The MPLS TE FRR is based on the Resource ReSerVation Protocol (RSVP) TE. The FRR is implemented in two modes: one-to-one backup mode, and facility backup mode. In the facility backup mode, one protection path is used to protect multiple LSPs, and this protection path is called a bypass LSP. As shown in FIG. 1, RTA-RTE are nodes, the solid line represents an active LSP, and the dotted line represents a bypass LSP. When the RTB-RTC link or the RTC node fails, the data on the active LSP is switched onto the bypass LSP, and this process is FRR. The packet header sent from the RTB uses the label allocated by the RTF to the RTB, and the egress label of the RTC is also crimped into the label stack. On the RTB-RTF-RTD path, the LSP uses a double-layer label. After the RTD receives a packet and the label allocated by the RTD to the RTF pops up, the packet is forwarded through the label allocated by the RTD to the RTC. The facility backup mode is also known as a bypass mode.
Network devices are expected to have a more and more important feature of fast detection for the communication faults between adjacent systems. With such a feature, the network device can create a substitute path or switch the service onto other links more quickly after a fault occurs. The Bidirectional Forwarding Detection (BFD) can perform fault detection on many types of paths between the systems. Such paths include direct physical links, virtual circuits, tunnels, MPLS LSPs, multi-hop routing paths, and indirect paths. By virtue of the simplicity and singularity of BFD fault detection, the BFD is dedicated to fast detection of faults, and assists the network in transmitting the voice service, video service and other Video On Demand (VOD) services with a high Quality of Service (QoS). Therefore, the BFD assists the service provider in implementing the IP-based networks, and providing the highly reliable and adaptable Voice over IP (VoIP) service and other real-time services for customers.
Currently, in a network where the MPLS TE is applied, the mechanisms of fault detection include link interruption fault detection and BFD packet resolution fault detection.
The link interruption fault detection is: a detection is made about whether each LSR in the network receives any packet within a preset time. Because the BFD packets are sent periodically, the preset time may be determined according to the sending period of the BFD packets. If any packet is received within the preset time, no processing is required. If no packet is received within the preset time, a notification is sent to the source node through a standby path to indicate that the active LSP fails.
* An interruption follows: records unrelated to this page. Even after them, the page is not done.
describe('numbers are the readout’s', () => {
  const rows: ClaimRow[] = [
    'score',
    'mean-amplitude',
    'peak-amplitude',
    'signed-area',
    'peak-latency',
    'area-latency',
    'onset-latency',
  ]

  test('of every row, in its unit and in per cent, for random chains and waveforms', () => {
    let compared = 0
    fc.assert(
      fc.property(
        settings,
        fc.constantFrom(...rows),
        fc.constantFrom('own' as const, '%' as const),
        (setting, row, unit) => {
          const { before, after } = claimed(setting)
          const { timesMs, score, measure } = setting
          const onsetMs = null
          const expected = fidelityRows({ timesMs, before, after, score, measure, onsetMs }).find(
            ({ id }) => id === row,
          )
          if (!expected) throw new Error(`no row ${row}`)
          fc.pre(expected.unit !== 'ms' || unit === 'own')
          // the noise is no matter here, and simulations take long
          const quiet = { ...setting, trials: 1e12 }
          fc.pre(setting.conditions[0].source.kind === 'built' || ['score', 'mean-amplitude'].includes(row))
          const answer = answerClaim({ form: 'change', row, relation: 'at least', amount: 1, unit }, quiet)
          if (typeof expected.before === 'string' || typeof expected.after === 'string') {
            expect(answer.grounds.kind).toBe('no value')
            expect(answer.number).toBeNull()
            return
          }
          compared++
          expect(answer.number).toBe(unit === '%' ? expected.percent : expected.change)
          expect(named(answer, 'before')).toBe(expected.before)
          expect(named(answer, 'after')).toBe(expected.after)
          if (answer.verdict !== 'cannot be told')
            expect(answer.verdict).toBe(Math.abs(answer.number as number) >= 1 ? 'holds' : 'does not hold')
        },
      ),
      { numRuns: 120 },
    )
    expect(compared).toBeGreaterThan(40)
  })

  test('of an onset’s shift, counted in the claimed direction', () => {
    const later = answerClaim({ form: 'onset', direction: 'later', ms: 5 }, firstSight)
    const earlier = answerClaim({ form: 'onset', direction: 'earlier', ms: 5 }, firstSight)
    const change = answerClaim(
      { form: 'change', row: 'onset-latency', relation: 'at least', amount: 5, unit: 'own' },
      firstSight,
    )
    expect(later.number).toBe(change.number)
    expect(earlier.number).toBe(-(change.number as number))
    expect([later.verdict, earlier.verdict]).toEqual(['holds', 'does not hold'])
  })

  test('of a false deflection: where the window is all before the onset, the readout’s strongest', () => {
    const { timesMs, chosen, score, measure } = firstSight
    const source = firstSight.conditions.find((c) => chosen.kind === 'condition' && c.name === chosen.name)?.source
    if (source?.kind !== 'built') throw new Error('the first sight is built')
    const onsetMs = onsetOfBuilt(source.components, timesMs)
    const { before, after } = claimed(firstSight)
    const rowsHere = fidelityRows({ timesMs, before, after, score, measure, onsetMs })
    const row = rowsHere.find(({ id }) => id === 'false-deflection')
    const window = { fromMs: timesMs[0], toMs: onsetMs as number }
    const answer = answerClaim({ form: 'deflection', window, amount: 1, unit: 'µV' }, firstSight)
    expect(answer.number).toBe(row?.change)
    expect(named(answer, 'at')).toBe(row?.label.atMs)
    const percent = answerClaim({ form: 'deflection', window, amount: 1, unit: '%' }, firstSight)
    expect(percent.number).toBeCloseTo((100 * (row?.change as number)) / Math.max(...before.map(Math.abs)), 10)
  })
})
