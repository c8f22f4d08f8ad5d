"""Habits that are easy to lose: the top level, unfinished marks, paths of one machine, the README."""

from __future__ import annotations

import re
import subprocess
from pathlib import Path

ROOT = Path(__file__).resolve().parents[2]
TOP = {"README.md", "DEVELOPERS.md", "pyproject.toml", "screener", "tests", "data", "examples"}


def _text_files():
    for folder in ("screener", "data", "examples", "tests"):
        for path in (ROOT / folder).rglob("*"):
            if path.is_file() and path.suffix in {".py", ".toml", ".csv", ".md", ".tcss", ".json", ".txt"}:
                yield path


def test_top_level_is_exactly_as_agreed():
    listed = subprocess.run(["git", "ls-files"], capture_output=True, text=True, cwd=ROOT, check=True).stdout
    top = {line.split("/")[0] for line in listed.splitlines()}
    assert {name for name in top if not name.startswith(".")} == TOP


def test_no_unfinished_marks():
    pattern = re.compile("|".join(["TO" + "DO", "FIX" + "ME", "NotImplemented" + "Error"]))
    bad = [str(p.relative_to(ROOT)) for p in _text_files() if pattern.search(p.read_text(encoding="utf-8"))]
    assert not bad


def test_no_path_of_one_machine():
    pattern = re.compile(r"\.\./sha" + r"red|/wo" + r"rk/|/ro" + "ot/")
    bad = [str(p.relative_to(ROOT)) for p in _text_files() if pattern.search(p.read_text(encoding="utf-8"))]
    assert not bad


def test_no_broad_except_outside_the_two_borders():
    allowed = {"screener/app", "screener/cli"}
    for path in (ROOT / "screener").rglob("*.py"):
        text = path.read_text(encoding="utf-8")
        assert "except:" not in text, path
        if "except Exception" in text:
            assert "/".join(path.relative_to(ROOT).parts[:2]) in allowed, path


def test_ci_runs_the_readme_command():
    """The continuous-integration script takes its command out of the README."""
    script = (ROOT / ".ci" / "run").read_text(encoding="utf-8")
    assert "README.md" in script and "## Run the tests" in script
    assert "pytest" in (ROOT / "README.md").read_text(encoding="utf-8").split("## Run the tests")[1]
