def test_classes_and_contamination_are_information():
    screening = screen(case(blend=stock("diesel")))  # on a heel of gasoline-like species
    facts = {fact.label: fact for item in screening.information for fact in item.facts}
    classes = {label: facts[label] for label in facts if label.endswith(" class")}
    assert {"GHS class", "EU CLP class", "29 CFR 1910.106 (2012 on) class", "NFPA 30 (2003 on) class"} <= set(classes)
    assert all("boiling point used" in fact.note for fact in classes.values())
    table = next(i for i in screening.information if i.title.startswith("flash point of the receipt with a little"))
    flash = [fact.value for fact in table.facts]
    assert len(flash) == 6 and flash == sorted(flash, reverse=True)
    assert flash[0] - flash[-1] > 30.0
    assert all("vapour space at" in fact.note for fact in table.facts)


# No output calls a rich space good

GOOD = re.compile(r"\b(safe|safely|harmless|no danger|not dangerous|cannot burn|non-flammable)\b", re.IGNORECASE)


def rich_and_good(text: str) -> list[str]:
    """Sentences and table rows that speak of a rich space and of something good at once."""
    sentences = re.split(r"(?<=[.;!?])\s|\n", text)
    return [s for s in sentences if re.search(r"\b(too )?rich\b", s, re.IGNORECASE) and GOOD.search(s)]


def test_too_rich_is_never_called_safe():
    files = [*(ROOT / "data").rglob("*.toml"), *(ROOT / "tests" / "golden").iterdir(), *(ROOT / "examples").iterdir()]
    texts = [(str(f), f.read_text(encoding="utf-8")) for f in files if f.is_file() and f.suffix in (".toml", ".md", ".txt", ".json")]
    for name in GASOLINES:
        answer = screen(case(blend=stock(name), tank=BARE))
        texts.append((name, write_markdown(build_memo(answer, **memo_arguments()))))
        texts.append((name, json.dumps(answer.to_dict())))
    assert sum("too rich" in text for _, text in texts) > 8
    assert [(name, rich_and_good(text)) for name, text in texts if rich_and_good(text)] == []


def test_that_search_can_fail():
    assert rich_and_good("The space is too rich and therefore safe.")
    assert not rich_and_good("The space is too rich. A safe place is elsewhere.")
The BFD packet resolution fault detection is: after receiving an MPLS packet that carries a BFD packet, each LSR resolves out the BFD packet and detects it to check for any fault of nodes or links between the node that sends the MPLS packet and the local node. However, after receiving the MPLS packet that carries a BFD packet, the LSR resolves the packet directly and performs subsequent processing. Therefore, one node may detect only the current adjacent downstream node and the link between the two nodes. For example, in a ring topology shown in FIG. 2, node A can detect only the current downstream node (node B) and the link between node A and node B. Apparently, the BFD packet resolution fault detection in the conventional art lacks flexibility of practice. Moreover, it is assumed that an active LSP is created in the ring topology shown in FIG. 2, node A is an ingress (source node), the direction is A->B->K->C->J, and a bypass tunnel “A->F->E->D->C->K->B” is created to protect the link in the A->B direction on the active LSP (thus forming link protection). After the link in the A->B direction on the active LSP fails, node A at the Point of Local Repair (PLR), namely, at the head LSR of the standby tunnel, performs FRR switching. After switching, the traffic path is A->F->E->D->C->K->B->K->C->J, thus performing FRR protection. The foregoing FRR process reveals that after switching, one segment of the traffic path is C->K->B->K->C. Therefore, the user traffic is dual traffic on the B-K-C link. That is, the traffic direction is C->K->B->K->C which occupies double of the bandwidth required by the user traffic, thus wasting the link bandwidth drastically and wasting some time.